O Coronavírus e o aumento do Cibercrime

Enquanto tentamos evitar o contágio do vírus SARS COV-2, os hackers estão a tentar infetar os nossos dispositivos com malware ou a tentar obter os nossos dados e informações pessoais. A comunidade internacional de peritos em segurança de informação afirma que as tentativas de hacking estão a tornar-se mais frequentes em geral, e um dos estratagemas mais utilizados é a crise  do coronavírus.

Uma categoria crescente de hacks atrai as vítimas com a promessa de informação ou proteção contra a COVID-19, a doença causada pelo novo coronavírus - SARS COV-2, que se transformou numa pandemia global com mais de 214.000 casos e 8.700 mortes em todo o mundo.

Duas grandes categorias de ataques estão a usar as palavras "CORONAVÍRUS" ou "COVID-19" para atrair alvos em grande número. Já em março registaram-se mais de 20.000 ataques de phishing, o que o leva a sites fraudulentos, e vários mecanismos, para extrair informações confidenciais, como senhas ou números de cartão de crédito. Foram também verificados mais de 7.000 incidentes, onde as vítimas foram induzidas a fazer um download de malware. Todos os ataques referiram a crise de saúde.

Os últimos estudos afirmam que as ameaças de hacking em sistemas aumentaram 15% por mês desde o início do ano, e já em março subiram 20%, com tendência para aumentar nos próximos meses. A maioria dos ataques incidiu sobre as redes de Teletrabalho. A necessidade urgente de colocar centenas de milhar de trabalhadores em teletrabalho impediu que fossem asseguradas medidas de segurança básicas na grande maioria dos casos, expondo vulnerabilidades nos endpoints, como sistemas de autenticação para acesso a servidores, vpn’s, ou a simples utilização de sistemas de conferência e comunicação normalmente utilizados para fins pessoais, incluindo a utilização de smartphones sem quaisquer medidas preventivas básicas de segurança para acesso a redes empresariais.  como o exemplo seguinte, em consequência de um ramsonware:

O Coronavírus e o aumento do Cibercrime

Os endpoints são notoriamente vulneráveis: cerca de 42% completamente desprotegidos. Milhares de pessoas a utilizar computadores portáteis comprometidos ou computadores pessoais para fazer login nas redes empresariais, criam uma fragilidade de segurança e, potencialmente, danos devastadores para as empresas.

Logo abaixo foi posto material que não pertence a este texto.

using System.Net.Http.Headers;
using Microsoft.AspNetCore.Hosting;
using Microsoft.AspNetCore.Mvc.Testing;
using Microsoft.AspNetCore.TestHost;
using Microsoft.Extensions.DependencyInjection;
using PanelRound.Data;
using PanelRound.Data.Entities;
using PanelRound.Web.Infrastructure;

namespace PanelRound.Web.Tests.Infrastructure;

/// <summary>The app under test on one database provider, started with WebApplicationFactory.</summary>
public sealed class TestApp : WebApplicationFactory<Program>
{
    private readonly Dictionary<string, string?> _settings;

    private readonly Action<IServiceCollection>? _testServices;

    /// <summary>The app on a database, with extra settings and, optionally, services that replace the app's own (e.g. a mailer that fails).</summary>
    public TestApp(DatabaseProvider provider, string connectionString, IDictionary<string, string?>? extra = null, Action<IServiceCollection>? testServices = null)
    {
        _testServices = testServices;
        Provider = provider;
        ConnectionString = connectionString;
        _settings = new Dictionary<string, string?>
        {
            ["Database:Provider"] = provider.ToString(),
            [provider == DatabaseProvider.Postgres ? "ConnectionStrings:Postgres" : "ConnectionStrings:Sqlite"] = connectionString,
            ["Database:MigrateOnStart"] = "true",
            ["Demo:Enabled"] = "false",
            // Tests close rounds at their deadline explicitly (RoundDeadlineService.CloseDueRoundsAsync).
            ["Rounds:DeadlineCheckSeconds"] = "0",
            ["Mail:OutboxFolder"] = Path.Combine(Path.GetTempPath(), "panelround-test-outbox", Guid.NewGuid().ToString("N")),
        };
        foreach (var (k, v) in extra ?? new Dictionary<string, string?>())
        {
            _settings[k] = v;
        }
    }

    /// <summary>The setting that chooses the host environment (default "Testing").</summary>
    public const string EnvironmentSetting = "Test:Environment";

    public DatabaseProvider Provider { get; }

    public string ConnectionString { get; }

    protected override void ConfigureWebHost(IWebHostBuilder builder)
    {
        // "Test:Environment" runs the app as Development or Production where a test is about the environment.
        builder.UseEnvironment(_settings.TryGetValue(EnvironmentSetting, out var environment) && environment is { Length: > 0 } ? environment : "Testing");
        foreach (var (k, v) in _settings)
        {
            builder.UseSetting(k, v);
        }
        if (_testServices is not null)
        {
            builder.ConfigureTestServices(_testServices);
        }
    }

    /// <summary>Starts the app (migrating the database) and returns a client that does not follow redirects.</summary>
    public HttpClient Client(string? bearer = null)
    {
        var client = CreateClient(new WebApplicationFactoryClientOptions { AllowAutoRedirect = false, HandleCookies = true });
        if (bearer is not null)
        {
            client.DefaultRequestHeaders.Authorization = new AuthenticationHeaderValue("Bearer", bearer);
        }
        return client;
    }

    /// <summary>A client authenticated with a fresh API key of the role.</summary>
    public async Task<HttpClient> StaffClientAsync(string role = Roles.Facilitator)
    {
        _ = Server;
        using var scope = Services.CreateScope();
        var db = scope.ServiceProvider.GetRequiredService<PanelRoundDbContext>();
        var key = await ApiKeys.CreateAsync(db, $"test-{role}-{Guid.NewGuid():N}", role, "test");
        return Client(key);
    }

    public async Task<T> WithDbAsync<T>(Func<PanelRoundDbContext, Task<T>> work)
    {
        _ = Server;
        using var scope = Services.CreateScope();
        return await work(scope.ServiceProvider.GetRequiredService<PanelRoundDbContext>());
    }

    public Task WithDbAsync(Func<PanelRoundDbContext, Task> work) =>
        WithDbAsync(async db =>
        {
            await work(db);
            return true;
        });
}

/// <summary>One database per provider, a new database for each test.</summary>
public interface IDatabaseFixture
{
    DatabaseProvider Provider { get; }

    /// <summary>A connection string to a new, empty database (skips the test when the provider is unavailable outside CI).</summary>
    Task<string> NewDatabaseAsync();
}

public sealed class SqliteFixture : IDatabaseFixture, IDisposable
{
    private readonly string _folder = Path.Combine(Path.GetTempPath(), "panelround-tests-" + Guid.NewGuid().ToString("N")[..12]);

    public DatabaseProvider Provider => DatabaseProvider.Sqlite;

    public Task<string> NewDatabaseAsync()
    {
        Directory.CreateDirectory(_folder);
        return Task.FromResult($"Data Source={Path.Combine(_folder, Guid.NewGuid().ToString("N") + ".db")}");
    }

    public void Dispose()
    {
        Microsoft.Data.Sqlite.SqliteConnection.ClearAllPools();
        try
        {
            Directory.Delete(_folder, recursive: true);
        }
        catch (IOException)
        {
            // A file still open by a finaliser: the temp folder is cleaned by the system later.
        }
    }
}

public sealed class PostgresFixture : IDatabaseFixture
{
    public DatabaseProvider Provider => DatabaseProvider.Postgres;

    public async Task<string> NewDatabaseAsync()
    {
        var reason = PostgresServer.UnavailableReason();
        Skip.If(reason is not null && !PostgresServer.IsCi, reason);
        return await PostgresServer.CreateDatabaseAsync("prt");
    }
}

[CollectionDefinition(Name)]
public sealed class SqliteCollection : ICollectionFixture<SqliteFixture>
{
    public const string Name = "sqlite";
}

[CollectionDefinition(Name)]
public sealed class PostgresCollection : ICollectionFixture<PostgresFixture>
{
    public const string Name = "postgres";
}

A maioria das empresas tem pouco ou nenhum controlo sobre o software que está a funcionar nos equipamentos dos seus trabalhadores, ou que já foi executado anteriormente nestes dispositivos, e não dispõe de mecanismos para verificar e resolver estas deficiências.

O conselho às organizações é a utilização de soluções de segurança especificamente concebidas para proteger a entrada de dados em dispositivos Bring-Your-Own-Device (pessoais) e dispositivos não administrados pelas organizações, particularmente em aplicações de acesso remoto como Citrix, VMWare, WVD, navegadores web e aplicações Microsoft Office. Os navegadores que acedem à rede da organização devem ser bloqueados, incluindo URL whitelisting, verificação de certificados e https obrigatório.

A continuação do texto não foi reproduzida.